Lamellar: Enabling Memory-Safe Distributed HPC in Rust

Tuesday, June 23, 2026 2:15 PM to 2:45 PM · 30 min. (Europe/Berlin)
Hall Z - 3rd Floor
Invited Talk
Runtime Systems for HPC

Information

High-performance computing has long depended on programming environments that deliver exceptional performance but offer limited protection against memory errors, data races, and other sources of software fragility. For many years, this tradeoff was accepted as the cost of building scalable, high-performance systems. But as supercomputers grow in scale and applications become increasingly complex, that compromise is becoming harder to justify. Reliability, maintainability, and developer productivity are now central concerns in the design of future HPC software stacks.

Rust has emerged as a compelling alternative. With compile-time memory safety, strong guarantees around concurrency, and zero-cost abstractions, Rust offers a new foundation for building system software that is both safe and efficient. While much of the early interest in Rust for HPC has focused on kernels, libraries, and isolated application components, an important open question remains: what does it look like to build core distributed runtime infrastructure for HPC in Rust?

This talk presents Lamellar, an asynchronous distributed runtime developed at Pacific Northwest National Laboratory to explore exactly that question. Lamellar is designed to support large-scale distributed-memory applications while leveraging Rust’s language features to improve software correctness and programmer productivity. The project reflects a broader effort to rethink how we build runtime systems for emerging HPC workloads—particularly those that are irregular, communication intensive, and increasingly difficult to express and optimize using traditional approaches.

I will discuss the motivation behind Lamellar, the design principles that shaped it, and the lessons learned from building a distributed runtime in Rust. In particular, I will highlight how Rust’s ownership and borrowing model can be applied in a distributed setting, how asynchronous execution can help expose and manage parallelism across a cluster, and how language-level safety guarantees influence both runtime architecture and application design. The talk will also explore some of the practical challenges involved in bringing Rust into HPC system software, including interoperability with established programming environments and the tension between expressive abstractions and the need for predictable performance.

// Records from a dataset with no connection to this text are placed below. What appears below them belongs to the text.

//! Stores of earlier versions: the sample of each still opens, verifies and reports the same.

use std::fs;
use std::path::{Path, PathBuf};

use tempfile::TempDir;
use twoline::actions::{Desk, DeskOptions};
use twoline::domain::screening_test::ScreeningTest;
use twoline::store::{Access, ErrorKind, Store, row};

use super::support::*;

/// The head of the sample, as the program that made it printed it.
const HEAD: &str = "bfd83ca9fd817bd005947b71230331632e6b1deaaa82ba2fde52a96eb6dfd2a6";

fn data() -> PathBuf {
    Path::new(env!("CARGO_MANIFEST_DIR")).join("tests/data/store_v1")
}

/// A copy of the sample of version 1.
fn sample() -> (TempDir, PathBuf) {
    let temp = TempDir::new().unwrap();
    let dir = temp.path().join("store");
    fs::create_dir(&dir).unwrap();
    for name in ["store.db", "store.key"] {
        fs::copy(data().join(name), dir.join(name)).unwrap();
    }
    (temp, dir)
}

fn columns(csv: &str) -> Vec<Vec<(String, String)>> {
    let mut reader = csv::Reader::from_reader(csv.as_bytes());
    let headers = reader.headers().unwrap().clone();
    reader
        .records()
        .map(|record| {
            let record = record.unwrap();
            headers
                .iter()
                .zip(record.iter())
                .map(|(h, v)| (h.to_owned(), v.to_owned()))
                .collect()
        })
        .collect()
}

#[test]
fn version_1_opens_verifies_and_prints_the_same_day() {
    let (_temp, dir) = sample();
    let store = Store::open(&dir, &secret(), WRITE).unwrap();
    let verified = store.verify(None, |_, _| {}).unwrap();
    assert_eq!(verified.head.whole(), HEAD);
    assert_eq!(verified.head.entries, 64);
    let station = store.read().station(store.station_id()).unwrap().unwrap();
    assert_eq!((station.name.as_str(), station.task), ("east", None));

    let options = DeskOptions {
        today: Some(date("2026-10-14")),
        ..DeskOptions::default()
    };
    let desk = Desk::around(store, &options).unwrap();
    let report = desk.day_report(&desk.days().unwrap()[0], true).unwrap();
    let now = columns(&String::from_utf8(report.bytes).unwrap());
    let then = columns(&fs::read_to_string(data().join("day_report.csv")).unwrap());
    assert_eq!(now.len(), then.len());
    for (now, then) in now.iter().zip(&then) {
        for cell in then {
            assert!(now.contains(cell), "{cell:?} is not in {now:?}");
        }
    }
}

#[test]
fn version_1_goes_on_with_rows_of_the_new_version() {
    let (_temp, dir) = sample();
    let mut store = Store::open(&dir, &secret(), WRITE).unwrap();
    let old = store.read().station(store.station_id()).unwrap().unwrap();
    let new = row::Station {
        id: twoline::store::new_id(),
        task: Some(ScreeningTest::Distance),
        masked: Some(true),
        ..old
    };
    store
        .append(&author(), |tx| {
            tx.put(new.clone(), "one test at this table")
        })
        .unwrap();
    drop(store);
    let store = Store::open(&dir, &secret(), WRITE).unwrap();
    store.verify(None, |_, _| {}).unwrap();
    assert_eq!(store.read().station(new.station_id).unwrap(), Some(new));
}

#[test]
fn the_copy_made_first_is_the_old_store() {
    let (_temp, dir) = sample();
    let before = fs::read(dir.join("store.db")).unwrap();
    drop(Store::open(&dir, &secret(), WRITE).unwrap());
    let copy = dir.join("copy-of-version-1");
    let error = Store::open(&copy, &secret(), Access::ReadOnly).unwrap_err();
    assert_eq!(error.kind(), ErrorKind::Older);
    let error = error.to_string();
    assert!(error.contains("schema version 1"), "{error}");
    assert_ne!(fs::read(dir.join("store.db")).unwrap(), before);
    // Opened for writing it is brought up to date as the first one was.
    let again = Store::open(&copy, &secret(), WRITE).unwrap();
    assert_eq!(again.head().unwrap().whole(), HEAD);
}

/// A try that failed after the copy leaves it: the next one uses it again. A copy that is not whole,
/// or that somebody brought up to date, is left alone.
#[test]
fn a_proved_copy_is_used_again() {
    let (_temp, dir) = sample();
    let old = fs::read(dir.join("store.db")).unwrap();
    let back = || {
        for name in ["store.db", "store.db-wal", "store.db-shm"] {
            let _ = fs::remove_file(dir.join(name));
        }
        fs::write(dir.join("store.db"), &old).unwrap();
    };
    let copies = || {
        let names = fs::read_dir(&dir).unwrap().map(|e| e.unwrap().file_name());
        let mut copies: Vec<String> = names
            .map(|name| name.into_string().unwrap())
            .filter(|name| name.starts_with("copy-of"))
            .collect();
        copies.sort();
        copies
    };
    for _ in 0..3 {
        drop(Store::open(&dir, &secret(), WRITE).unwrap());
        assert_eq!(copies(), ["copy-of-version-1"]);
        back();
    }
    fs::write(dir.join("copy-of-version-1/store.db"), b"cut short").unwrap();
    drop(Store::open(&dir, &secret(), WRITE).unwrap());
    assert_eq!(copies(), ["copy-of-version-1", "copy-of-version-1-2"]);
    back();
    drop(Store::open(&dir.join("copy-of-version-1-2"), &secret(), WRITE).unwrap());
    drop(Store::open(&dir, &secret(), WRITE).unwrap());
    assert_eq!(copies().len(), 3, "the second one is of this version now");
    let third = dir.join("copy-of-version-1-3");
    let error = Store::open(&third, &secret(), Access::ReadOnly).unwrap_err();
    assert_eq!(error.kind(), ErrorKind::Older);
}

#[test]
fn reading_only_says_what_to_do_and_changes_nothing() {
    let (_temp, dir) = sample();
    let before = fs::read(dir.join("store.db")).unwrap();
    let error = Store::open(&dir, &secret(), Access::ReadOnly).unwrap_err();
    assert_eq!(error.kind(), ErrorKind::Older);
    assert!(error.hint().unwrap().contains("any command that writes"));
    assert_eq!(fs::read(dir.join("store.db")).unwrap(), before);
    assert!(!dir.join("copy-of-version-1").exists());
}

/// What is wrong before a migration is found before it, and nothing is touched.
#[test]
fn a_damaged_old_store_is_left_as_it_is() {
    let (_temp, dir) = sample();
    {
        let key = twoline::store::key::unlock(&dir, &secret()).unwrap();
        let conn = rusqlite::Connection::open(dir.join("store.db")).unwrap();
        conn.execute_batch(&format!(
            "PRAGMA key = \"x'{}'\"; DROP TRIGGER site_no_update; UPDATE site SET name = 'x';",
            twoline::store::ledger::hex(&key[..])
        ))
        .unwrap();
    }
    for _ in 0..2 {
        let error = Store::open(&dir, &secret(), WRITE).unwrap_err();
        assert_eq!(error.kind(), ErrorKind::Damaged);
        assert!(error.to_string().starts_with("damaged: site"), "{error}");
        assert!(!dir.join("copy-of-version-1").exists());
    }
    let error = Store::open(&dir, &secret(), Access::ReadOnly).unwrap_err();
    assert_eq!(error.kind(), ErrorKind::Older, "still the old version");
}

/// A folder that cannot hold the copy: nothing is changed.
#[test]
fn without_room_for_the_copy_nothing_is_changed() {
    let (_temp, dir) = sample();
    let key_file = dir.join("store.key");
    let key = fs::read(&key_file).unwrap();
    // A file stands where each copy would have its folder.
    fs::write(dir.join("copy-of-version-1"), b"in the way").unwrap();
    drop(Store::open(&dir, &secret(), WRITE).unwrap());
    assert_eq!(
        fs::read(dir.join("copy-of-version-1")).unwrap(),
        b"in the way"
    );
    assert!(dir.join("copy-of-version-1-2").join("store.db").exists());
    assert_eq!(fs::read(&key_file).unwrap(), key);
}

Beyond the specifics of Lamellar, this presentation will consider what Rust may mean for the future of HPC software more broadly. If memory safety and data-race freedom can be enforced by construction, and if those guarantees can be integrated into high-performance runtime infrastructure without compromising scalability, then we have an opportunity to fundamentally improve how HPC software is developed and maintained. This is especially relevant as the community looks toward increasingly heterogeneous, dynamic, and software-complex systems.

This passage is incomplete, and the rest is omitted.